INSIDE THE CAPITAL

Recently, we made a quick trip from Seattle to Washington, DC. With just three days to take on the town, we found ourselves gallivanting from The National Mall to Arlington, VA, cramming in as much as possible. This is our second trip with Avery on hand, so it was challenging to mark everything off our bucket list…but we did managed to check out these must-see spots:

The Washington Monument

The Pencil, otherwise known as the Washington Monument, is one of the nation’s most recognizable structures. It’s the first thing we saw as we flew into into DC.

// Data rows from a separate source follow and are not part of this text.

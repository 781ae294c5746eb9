/*
 * Signed requests to the service, and its problem documents turned into errors. The only user of libcurl.
 */
#ifndef QB_CLIENT_TRANSPORT_H
#define QB_CLIENT_TRANSPORT_H

#include "client/link/home.h"
#include "server/base/json.h"

struct link {
	struct home *home;    /* borrowed */
	void *curl;           /* owned */
	char *url;            /* owned; without a slash at its end */
	bool rehearsal;       /* the service's clock */
	int64_t now_gps_ns;   /* the service's, at link_open or link_refresh */
	int64_t until_gps_ns; /* of the last 409 with a time to wait for, else 0 */
	long http_status;     /* of the last answer */
	long timeout_s;       /* of a whole request; 0: REQUEST_TIMEOUT_S of transport.c */
};

/*
 * First contact: GET /v1/service, pins (or compares) the service's key.
 *
 * Given:    url   NULL: the home's
 * Errors:   QB_USAGE no service known; QB_UNREACHABLE; QB_CRYPTO another service key
 */
enum qb_status link_open(struct link *l, struct home *home, const char *url, struct qb_error *e) QB_MUST_USE;
void link_close(struct link *l);
/* Asks for the service's clock again (l->now_gps_ns). */
enum qb_status link_refresh(struct link *l, struct qb_error *e) QB_MUST_USE;

/*
 * Given:    path     with query, begins with /v1/
 *           body     JSON, or NULL for GET. Signed when the home is unlocked, else sent unsigned.
 * Returned: *out     the document, owned by the caller; out may be NULL
 * Errors:   QB_UNREACHABLE; the service's own error by its problem document
 */
enum qb_status link_get(struct link *l, const char *path, json_t **out, struct qb_error *e) QB_MUST_USE;
enum qb_status link_post(struct link *l, const char *path, const json_t *body, json_t **out,
                         struct qb_error *e) QB_MUST_USE;
/* An answer that is not JSON (the bundle): its bytes, at most limit. */
enum qb_status link_get_bytes(struct link *l, const char *path, size_t limit, struct buf *out,
                              struct qb_error *e) QB_MUST_USE;

/*
 * Composes an entry in the home's name at the service's time, signs it and makes the request body
 * {"entry", "signature"}; add what the route needs beyond it.
 *
 * Given:    campaign  16 bytes or NULL; extra is taken over (decref'd)
 * Returned: *body     owned by the caller; *text (may be NULL) the exact entry, owned by the caller
 */
enum qb_status link_entry(struct link *l, const char *type, const uint8_t *campaign, const char *why, json_t *extra,
                          json_t **body, char **text, struct qb_error *e) QB_MUST_USE;

#endif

It was built to honor George Washington.


The obelisk-shaped memorial is made up of marble, granite and blue-stone gneiss. It’s the world’s tallest structure made of stone and the tallest obelisk, at 555 feet tall.

Abraham Lincoln Memorial
A white stone building with 36 columns and featuring a solitary 19-foot-tall statue of Abraham Lincoln sitting in contemplation, flanked on both sides with inscriptions of Lincoln’s Second Inaugural Address and his most famous speech, the Gettysburg Address.

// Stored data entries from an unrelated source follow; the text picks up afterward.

/*
 * A small drawing board for the report's figures: an SVG with axes, ticks and marks, styled by the page's classes. No
 * plotting program is needed, and the same document always draws the same bytes.
 */
#ifndef QB_CLIENT_REPORT_FIGURE_H
#define QB_CLIENT_REPORT_FIGURE_H

#include <stdbool.h>

#include "server/base/buf.h"

struct figure_axis {
	double from, to;  /* data */
	double low, high; /* pixels of from and to */
	bool log;         /* then from > 0 */
};

struct figure {
	struct buf *out;
	double width, height; /* pixels */
	struct figure_axis x, y;
};

/* Text for HTML and SVG: the five special characters are escaped, everything else is passed on. */
void figure_escape(struct buf *out, const char *text);

/*
 * Given:    id      unique in the page
 *           title   short, read first by a screen reader; alt: what the figure shows, in a sentence or two
 *           left, bottom ...   margins around the plotting area, pixels
 */
void figure_begin(struct figure *f, struct buf *out, const char *id, const char *title, const char *alt, double width,
                  double height, const double margins[static 4]);
void figure_end(struct figure *f);

/* Data ranges; a range without width is widened. */
void figure_range_x(struct figure *f, double from, double to, bool log);
void figure_range_y(struct figure *f, double from, double to, bool log);
/* Rows 0 .. n-1 from top to bottom. */
void figure_rows(struct figure *f, size_t n);
double figure_px(const struct figure_axis *a, double value);

/* Axis with about n round ticks; unit is the label; grid: lines across. */
void figure_axis_x(struct figure *f, int n, double factor, const char *suffix, const char *label);
void figure_axis_y(struct figure *f, int n, double factor, const char *suffix, const char *label);

/* Marks, in data coordinates; cls is a class of the page's style. */
void figure_line(struct figure *f, const char *cls, double x0, double y0, double x1, double y1);
void figure_dot(struct figure *f, const char *cls, double x, double y, double radius);
void figure_diamond(struct figure *f, const char *cls, double x, double y, double radius);
/* In pixels: text and a rectangle. anchor: start, middle, end. */
void figure_label(struct figure *f, const char *cls, double px, double py, const char *anchor, const char *text);
void figure_box(struct figure *f, const char *cls, double px0, double py0, double px1, double py1);

#endif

The views over the reflecting pool to the Washington Monument are amazing.

World War II Memorial

At the east end of the Reflecting Pool sits the World War II Memorial, which honors all 16 million people who served the American armed forces, including more than 400,000 who gave the ultimate sacrifice for their country.

It contains 56 granite columns that symbolize unity among the 48 states, seven federal territories and the District of Columbia. And the two 43-foot tall structures highlight America’s victory on the Atlantic and Pacific fronts during World War II.

The U.S. Capitol Building

The domed U.S. Capitol building is where the business of Washington – and America – happens, and is a massive network of buildings, offices and meeting rooms.










We got to do a private tour thanks to a friend who works at the Capitol Building. We went on a Sunday when the Capital is closed so we had the whole place to ourselves.

White House


We just took pictures outside the White House since we didn’t have time to do the tour.

Battle of Iwo Jima

Dedicated in 1954, the Marine Corps War Memorial (or the Iwo Jima Memorial, as it’s often unofficially referred to) honors every Marine who has served since the founding of the Marines in 1775. The design of the memorial was inspired by Joe Rosenthal’s Pulitzer Prize winning photograph of the raising of the flag on Mount Suribachi during the Battle of Iwo Jima. It features six 32-foot figures raising a 60-foot bronze flagpole. The entire memorial is 78 feet tall.

U.S. Bureau of Engraving and Printing


Cameras were NOT allowed on the tour so the closest thing we got to actually money was this million dollar case full of ten dollar bills ya’ll!

Smithsonian Museum of Natural History




What’s great about DC is that its monuments and memorials are FREE and open to the public 24 hours a day! You can’t beat seeing the Hope Diamond for FREE!!!